Data Science & Artificial Intelligence, BioPharmaceuticals R&D, AstraZeneca, Gaithersburg, MD.
Oncology Biometrics, Oncology R&D, AstraZeneca, Warsaw, Poland.
JCO Clin Cancer Inform. 2022 Mar;6:e2100173. doi: 10.1200/CCI.21.00173.

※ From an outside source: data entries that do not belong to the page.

import { execFileSync } from 'node:child_process';
import { readFileSync, rmSync, symlinkSync, writeFileSync } from 'node:fs';
import { join } from 'node:path';
import { afterAll, describe, expect, it } from 'vitest';
import { MAX_SCANNED_FILE_BYTES, openChange, parseNameStatus, parseTreeListing } from '../../src/adapters/git.js';
import { makeTwoCommitRepo } from '../helpers/git-repo.js';

const made: string[] = [];
afterAll(() => made.forEach((root) => rmSync(root, { recursive: true, force: true })));

describe('openChange on a real repository', () => {
  const files = { 'src/a.ts': 'one\ntwo\nthree\n', 'src/keep.ts': 'same\n', 'docs/caf\u00e9.md': 'accent\n', 'img.bin': '\u0000\u0001binary' };
  const repo = makeTwoCommitRepo(files, { 'src/a.ts': 'one\n2\nthree\nfour\n', 'src/new.ts': 'new\n', 'docs/caf\u00e9.md': null });
  made.push(repo.root);

  it('resolves both ends and lists the changed files', async () => {
    const change = await openChange(repo.root, 'main', 'change');
    expect(change.base).toBe(repo.base);
    expect(change.head).toBe(repo.head);
    expect(await change.changedFiles()).toEqual([
      { path: 'docs/caf\u00e9.md', status: 'deleted' },
      { path: 'src/a.ts', status: 'modified' },
      { path: 'src/new.ts', status: 'added' },
    ]);
  });

  it('reads files at either end from git objects, not from the working tree', async () => {
    writeFileSync(join(repo.root, 'src/a.ts'), 'edited but not committed\n');
    const change = await openChange(repo.root, 'main', 'change');
    expect(await change.filesAt('head').readText('src/a.ts')).toBe('one\n2\nthree\nfour\n');
    expect(await change.filesAt('base').readText('src/a.ts')).toBe('one\ntwo\nthree\n');
    expect(await change.filesAt('head').readText('nope.ts')).toBeUndefined();
    const streamed: string[] = [];
    await change.streamFiles('head', await change.trackedFiles('head'), (path, bytes) => streamed.push(`${path}:${bytes.length}`));
    // img.bin holds a NUL in its first bytes: binary, not code.
    expect(streamed).toEqual(['src/a.ts:17', 'src/keep.ts:5', 'src/new.ts:4']);
    execFileSync('git', ['checkout', '--', 'src/a.ts'], { cwd: repo.root });
  });

  it('compares from the merge base, as a pull request does', async () => {
    // A commit on main after the branch point must not show up as part of the change.
    execFileSync('git', ['switch', '-q', 'main'], { cwd: repo.root });
    writeFileSync(join(repo.root, 'later.ts'), 'later\n');
    execFileSync('git', ['add', '-A'], { cwd: repo.root });
    execFileSync('git', ['-c', 'user.name=T', '-c', 'user.email=t@e.invalid', 'commit', '-q', '-m', 'later'], { cwd: repo.root });
    const change = await openChange(repo.root, 'main', 'change');
    expect(change.base).toBe(repo.base);
    expect((await change.changedFiles()).map((f) => f.path)).not.toContain('later.ts');
  });

  it('names the fix when a ref is missing', async () => {
    await expect(openChange(repo.root, 'origin/main', 'HEAD')).rejects.toThrow('--base origin/main is not a commit in this repository');
  });
});

describe('parseNameStatus', () => {
  it('reads renames with their old path', () => {
    expect(parseNameStatus('R087\0old/a.ts\0new/a.ts\0M\0b.ts\0')).toEqual([
      { path: 'new/a.ts', status: 'renamed', previousPath: 'old/a.ts' },
      { path: 'b.ts', status: 'modified' },
    ]);
  });
});

describe('streaming a tree: git objects and the working tree give the same files', () => {
  // Sizes around the pipe's 64 KiB chunks and the reader's 1 MiB buffer, so objects split across
  // chunks, several share one chunk, and the reused buffer has to grow.
  const big = (n: number, seed: string) => Array.from({ length: Math.ceil(n / seed.length) }, () => seed).join('').slice(0, n);
  const late = `${big(9000, 'text ')}\u0000 after the probe`;
  const files: Record<string, string> = {
    'a/empty.ts': '',
    'a/small.ts': 'track("x")\n',
    'a/with space.ts': 'spaced\n',
    'a/caf\u00e9.ts': 'accent\n',
    'b/chunk.ts': big(70_000, 'abc\n'),
    'b/large.ts': big(1_500_000, 'line of code\n'),
    'b/larger.ts': big(2_600_000, 'more code\n'),
    'c/binary-start.bin': `\u0000${big(200_000, 'x')}`,
    'c/binary-late.dat': late,
    'd/after.ts': 'last\n',
  };
  const repo = makeTwoCommitRepo(files, {});
  made.push(repo.root);

  const stream = async (checkedOut: boolean) => {
    execFileSync('git', ['checkout', '-q', checkedOut ? 'change' : 'main'], { cwd: repo.root });
    const change = await openChange(repo.root, repo.base, 'change');
    const seen: [string, string][] = [];
    await change.streamFiles('head', await change.trackedFiles('head'), (path, bytes) => seen.push([path, bytes.toString('utf8')]));
    return seen;
  };

  it('delivers every text file in path order with its exact bytes, skipping binaries and links', async () => {
    symlinkSync('../a/small.ts', join(repo.root, 'a/link.ts'));
    execFileSync('git', ['add', 'a/link.ts'], { cwd: repo.root });
    execFileSync('git', ['-c', 'user.name=T', '-c', 'user.email=t@e.invalid', 'commit', '-q', '-m', 'link'], { cwd: repo.root });
    const expected = Object.entries(files)
      .filter(([path]) => path !== 'c/binary-start.bin')
      .sort(([a], [b]) => (a < b ? -1 : 1));
    const fromObjects = await stream(false);
    expect(fromObjects.map(([p]) => p)).toEqual(expected.map(([p]) => p));
    expect(fromObjects).toEqual(expected);
    expect(await stream(true)).toEqual(fromObjects);
  });

  it('reads named files at the other end whatever their size', async () => {
    const change = await openChange(repo.root, repo.base, 'change');
    const [large, binary, missing] = await change.filesAt('base').readTexts(['b/large.ts', 'c/binary-start.bin', 'nope']);
    expect(large).toBe(readFileSync(join(repo.root, 'b/large.ts'), 'utf8'));
    expect(binary?.length).toBe(200_001);
    expect(missing).toBeUndefined();
  });
});

describe('a file over the scan size limit is skipped on both paths', () => {
  // The limit is ours (MAX_SCANNED_FILE_BYTES); the objects path learns a file's size from cat-file's header
  // ("<oid> blob <size>", git's documented batch output), the working-tree path from fstat.
  const files: Record<string, string> = { 'a/before.ts': 'before\n' };
  const changes: Record<string, string> = {
    'b/huge.ts': 'x'.repeat(MAX_SCANNED_FILE_BYTES + 1),
    'b/limit.ts': `${'y'.repeat(100_000)}\n`,
    'c/after.ts': 'after\n',
  };
  const repo = makeTwoCommitRepo(files, changes);
  made.push(repo.root);
  it.each([
    ['head not checked out (git objects)', 'main'],
    ['head checked out (working tree)', 'change'],
  ])('%s', async (_, checkout) => {
    execFileSync('git', ['checkout', '-q', checkout], { cwd: repo.root });
    const change = await openChange(repo.root, repo.base, 'change');
    const seen: [string, number][] = [];
    await change.streamFiles('head', await change.trackedFiles('head'), (path, bytes) => seen.push([path, bytes.length]));
    expect(seen).toEqual([
      ['a/before.ts', 7],
      ['b/limit.ts', 100_001],
      ['c/after.ts', 6],
    ]);
  });
});

describe('a checkout that is not head: files head shares with it come from disk, the rest from objects', () => {
  const files: Record<string, string> = {
    'a/same.ts': 'same at both\n',
    'b/changed-on-main.ts': 'branch point\n',
    'c/dirty.ts': 'committed\n',
    'd/only-head.ts': 'head only\n',
    'e/last.ts': 'last\n',
  };
  const repo = makeTwoCommitRepo(files, {});
  made.push(repo.root);
  const git = (...args: string[]) => execFileSync('git', ['-c', 'user.name=T', '-c', 'user.email=t@e.invalid', ...args], { cwd: repo.root, encoding: 'utf8' });

  it('gives head’s bytes in path order, whatever the checkout holds', async () => {
    // main moves on (as the base of a pull request does); the checkout is main, with an edit, an untracked file and a deleted one.
    git('switch', '-q', 'main');
    writeFileSync(join(repo.root, 'b/changed-on-main.ts'), 'main moved on\n');
    git('rm', '-q', 'd/only-head.ts');
    git('commit', '-q', '-am', 'main moves');
    writeFileSync(join(repo.root, 'c/dirty.ts'), 'edited, not committed\n');
    writeFileSync(join(repo.root, 'a/untracked.ts'), 'not in any commit\n');
    rmSync(join(repo.root, 'e/last.ts'));
    const change = await openChange(repo.root, 'main', 'change');
    const tracked = await change.trackedFiles('head');
    // git's own answer: every blob of head's tree.
    const expected = git('ls-tree', '-r', '--name-only', 'change').split('\n').filter(Boolean).map((path) => [path, git('show', `change:${path}`)]);
    const seen: [string, string][] = [];
    await change.streamFiles('head', tracked, (path, bytes) => seen.push([path, bytes.toString('utf8')]));
    expect(seen).toEqual(expected);
    expect(await change.filesAt('head').readTexts(['c/dirty.ts', 'a/untracked.ts', 'd/only-head.ts', 'a/same.ts', 'e/last.ts'])).toEqual(['committed\n', undefined, 'head only\n', 'same at both\n', 'last\n']);
  });
});

describe('parseTreeListing', () => {
  it('keeps regular files as blobs, and lists links and submodules without reading them', () => {
    const out = Buffer.from(
      [
        '100644 blob 1111111111111111111111111111111111111111\tsrc/b.ts',
        '100755 blob 2222222222222222222222222222222222222222\tbin/run',
        '120000 blob 3333333333333333333333333333333333333333\tsrc/link.ts',
        '160000 commit 4444444444444444444444444444444444444444\tvendor/sub',
        '100644 blob 5555555555555555555555555555555555555555\tsrc/a b.ts',
      ].join('\0') + '\0',
    );
    const listing = parseTreeListing(out);
    expect(listing.paths).toEqual(['bin/run', 'src/a b.ts', 'src/b.ts', 'src/link.ts', 'vendor/sub']);
    expect([...listing.blobs]).toEqual([
      ['src/b.ts', { oid: '1111111111111111111111111111111111111111' }],
      ['bin/run', { oid: '2222222222222222222222222222222222222222' }],
      ['src/a b.ts', { oid: '5555555555555555555555555555555555555555' }],
    ]);
  });
});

Overall survival (OS) is the gold standard end point for establishing clinical benefits in phase III oncology trials. However, these trials are associated with low success rates, largely driven by failure to meet the primary end point. Surrogate end points such as progression-free survival (PFS) are increasingly being used as indicators of biologic drug activity and to inform early go/no-go decisions in oncology drug development. We developed OSPred, a digital health aid that combines actual clinical data and machine intelligence approaches to visualize correlation trends between early (PFS-based) and late (OS) end points and provide support for shared decision making in the drug development pipeline.

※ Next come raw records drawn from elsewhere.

import { DataFaultError, ExternalError, UsageError } from '../../errors.js';
import { postgresFault } from './engine-faults.js';
import type { QueryResult } from './result.js';

/**
 * PostgreSQL through the `pg` client, loaded only here. The connection comes from a URL (--url or
 * PLUMBLINE_DATABASE_URL) or, without one, from the standard PG* variables (PGHOST, PGPORT, PGUSER,
 * PGPASSWORD, PGDATABASE, ...), which `pg` reads itself. No message ever shows the password.
 */

export interface PostgresOptions {
  /** A postgres:// URL; undefined means the PG* variables. */
  url?: string;
}

/** The URL with its password replaced, for messages. */
export function redactUrl(url: string): string {
  try {
    const parsed = new URL(url);
    if (parsed.password) parsed.password = '***';
    for (const key of [...parsed.searchParams.keys()]) if (/pass/i.test(key)) parsed.searchParams.set(key, '***');
    return parsed.toString();
  } catch {
    return 'the connection URL (not shown: it does not parse as a URL)';
  }
}

/** An error's message with any occurrence of the password taken out. */
function withoutSecret(message: string, secret: string | undefined): string {
  return secret ? message.split(secret).join('***') : message;
}

export async function runPostgresQuery(sql: string, options: PostgresOptions, env: NodeJS.ProcessEnv = process.env): Promise<QueryResult> {
  let pg: (typeof import('pg'))['default'];
  try {
    pg = (await import('pg')).default;
  } catch (error) {
    throw new UsageError(`the PostgreSQL client (the package pg) is not installed${error instanceof Error ? `: ${error.message.split('\n')[0]}` : ''}`, 'install it with `npm install pg`');
  }
  let secret: string | undefined;
  try {
    secret = options.url ? new URL(options.url).password || undefined : env.PGPASSWORD;
  } catch {
    throw new UsageError('the database URL does not parse', 'write it as postgres://user@host:5432/database (the password is better kept in PGPASSWORD)');
  }
  const where = options.url ? redactUrl(options.url) : `the PG* variables (host ${env.PGHOST ?? 'localhost'}, port ${env.PGPORT ?? '5432'}, database ${env.PGDATABASE ?? env.PGUSER ?? '(your user name)'})`;
  // Every value as text: NUMERIC sums stay exact decimals, BIGINT counts never pass through a double.
  const client = new pg.Client({ ...(options.url ? { connectionString: options.url } : {}), types: { getTypeParser: () => (value: string) => value } as never });
  try {
    await client.connect();
  } catch (error) {
    throw new ExternalError(`cannot connect to PostgreSQL at ${where}: ${withoutSecret(error instanceof Error ? error.message : String(error), secret)}`, 'set PLUMBLINE_DATABASE_URL, pass --url, or set the PG* variables (PGHOST, PGUSER, PGDATABASE, PGPASSWORD)');
  }
  try {
    // Timestamps without a time zone are read as UTC; the query never depends on the session zone otherwise.
    await client.query("SET TIME ZONE 'UTC'");
    // The query joins large row sets on equality only, through CTEs whose sizes the planner cannot see: on
    // such estimates (one row) it picks nested loops, which turn a 0.2 s query into minutes. Hash joins are
    // always right here (docs/totals-from-sql.md).
    await client.query('SET enable_nestloop = off');
    const result = await client.query({ text: sql, rowMode: 'array' });
    return { columns: result.fields.map((f) => f.name), rows: (result.rows as unknown[][]).map((row) => row.map((v) => (v === null || v === undefined ? null : String(v)))) };
  } catch (error) {
    const message = withoutSecret(error instanceof Error ? error.message : String(error), secret);
    const hint = 'check data.exposures.table and data.events.table and their columns in the settings (data.exposures.experiment: false when there is no experiment column); --sql --dialect postgres prints the query';
    const fault = postgresFault({ code: (error as { code?: string }).code, message });
    if (fault) throw new DataFaultError(`PostgreSQL could not run the totals query: ${message}`, hint, fault);
    throw new ExternalError(`PostgreSQL could not run the totals query: ${message}`, hint);
  } finally {
    await client.end().catch(() => undefined);
  }
}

OSPred is based on a trial-level data set of 81 reports (35 anticancer drugs with various mechanisms of action; 156 observations) in non-small-cell lung cancer (NSCLC). OSPred was developed using R Shiny, with packages ggplot2, metafor, boot, dplyr, and mvtnorm, to analyze and visualize correlation results and predict OS hazard ratio (HR OS) on the basis of user-inputted PFS-based data, namely, HR PFS, or the odds ratio of PFS at 4 (OR PFS4) or 6 (OR PFS6) months.
The three main features of the tool are as follows: prediction of HR OS on the basis of user-inputted early end point values; visualization of comparisons of the user's investigational drug with other drugs in the NSCLC setting, including by specific MoA; and creation of a probability density chart, providing point prediction and CIs for HR OS. A working version of the tool for download is linked.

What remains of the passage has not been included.